Several mosques, shops and homes were set on fire earlier this week.

The riots followed the death of a 41-year-old man from the majority Sinhala community, after he was beaten up by a group of Muslim youth in what appears to have been a road-rage incident. The suspects were later arrested.

The subsequent violence targeting mosques, Muslim-owned shops and homes, has sparked anxiety and insecurity among Muslims in Sri Lanka, especially coming just a week after similar arson attacks in the eastern town of Ampara, and another last November n Galle (pronounced Gaul).

The incidents also bring back disturbing memories of anti-Muslim riots in 2014 in Aluthgama, about 60 km south of Colombo, that left at least four persons dead and injured as many as 80.

Early signs of resurgent Sinhala-Buddhist nationalism in the country emerged in 2012, three years after the island’s civil war ended. The reactionary forces among the island’s Sinhala majority community had found a new enemy  now - the island’s Muslims.

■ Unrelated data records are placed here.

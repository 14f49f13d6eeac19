"""Names shown in figures and pages are text: never markup, never invisible.

File and dataset names come from other people's files.  A right-to-left
override (U+202E) would make ``evil\u202eh5.exe`` read as another name, a
terminal escape could restyle a console, and matplotlib would parse
``$x^{2}$.h5`` as mathematics (or fail on ``$\\foo$.h5``).  Every name a figure
or the report shows goes through :func:`visible` (and, in figures,
:func:`figure_text`).
"""

import unicodedata
from pathlib import Path

__all__ = ["visible", "figure_text", "shortened"]

# control, format (bidi overrides and isolates, zero-width marks), line and paragraph
# separators, and lone surrogates (undecodable bytes of a file name)
_HIDDEN = frozenset({"Cc", "Cf", "Zl", "Zp", "Cs"})


def _mark(ch):
    code = ord(ch)
    if 0xDC80 <= code <= 0xDCFF:  # a byte that was not UTF-8 (surrogateescape)
        return f"<0x{code - 0xDC00:02X}>"
    return f"<U+{code:04X}>"


def visible(text):
    """``text`` with every invisible or reordering character spelled out as <U+XXXX>.

    Examples
    --------
    >>> visible("run\\u202e5h.h5"), visible("tab\\there"), visible("plain name.h5")
    ('run<U+202E>5h.h5', 'tab<U+0009>here', 'plain name.h5')
    """
    text = str(text)
    if text.isprintable():
        return text
    return "".join(_mark(ch) if unicodedata.category(ch) in _HIDDEN else ch for ch in text)


def figure_text(name):
    """A name as matplotlib text: :func:`visible`, with ``$`` shown as a dollar sign.

    Matplotlib reads text with an even number of unescaped ``$`` as mathtext;
    an escaped ``\\$`` is drawn as ``$`` and never starts mathematics.

    Examples
    --------
    >>> figure_text("$x^{2}$ normal.h5")
    '\\\\$x^{2}\\\\$ normal.h5'
    """
    return visible(name).replace("$", r"\$")


def shortened(message, names):
    """``message`` with each path of ``names`` (as given or resolved) replaced by its
    short form ``names[path]``; longest paths first, so a folder never cuts a file's path.

    Examples
    --------
    >>> shortened("/scan/J1/ck.h5: norm 1.1", {"/scan/J1/ck.h5": "J1/ck.h5"})
    'J1/ck.h5: norm 1.1'
    """
    forms = {}
    for path, short in names.items():
        forms[str(path)] = short
        try:
            forms.setdefault(str(Path(str(path)).resolve()), short)
        except (OSError, RuntimeError, ValueError):
            pass
    for form in sorted(forms, key=len, reverse=True):
        if form and form != forms[form]:
            message = message.replace(form, forms[form])
    return message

A young and hard-line Sinhala-Buddhist organisation Bodu Bala Sena sought a ban on halal certification, and later spoke of launching a campaign against the niqab worn by some Muslim women. In 2013, a spate of attacks led by hard-line Sinhala-Buddhist groups, targeted Muslim-run shops in Colombo.   

Muslims constitute about 9% of the country’s population.  Despite being native Tamil speakers, Muslims have sought recognition as a separate ethnic group, especially since their en-masse expulsion from Jaffna peninsula in 1990 by the LTTE.

The government has condemned the attacks, but locals have accused the police and the security forces on the ground of inaction during the height of violence.

Now, after days of unrest, an uneasy calm previls in Kandy.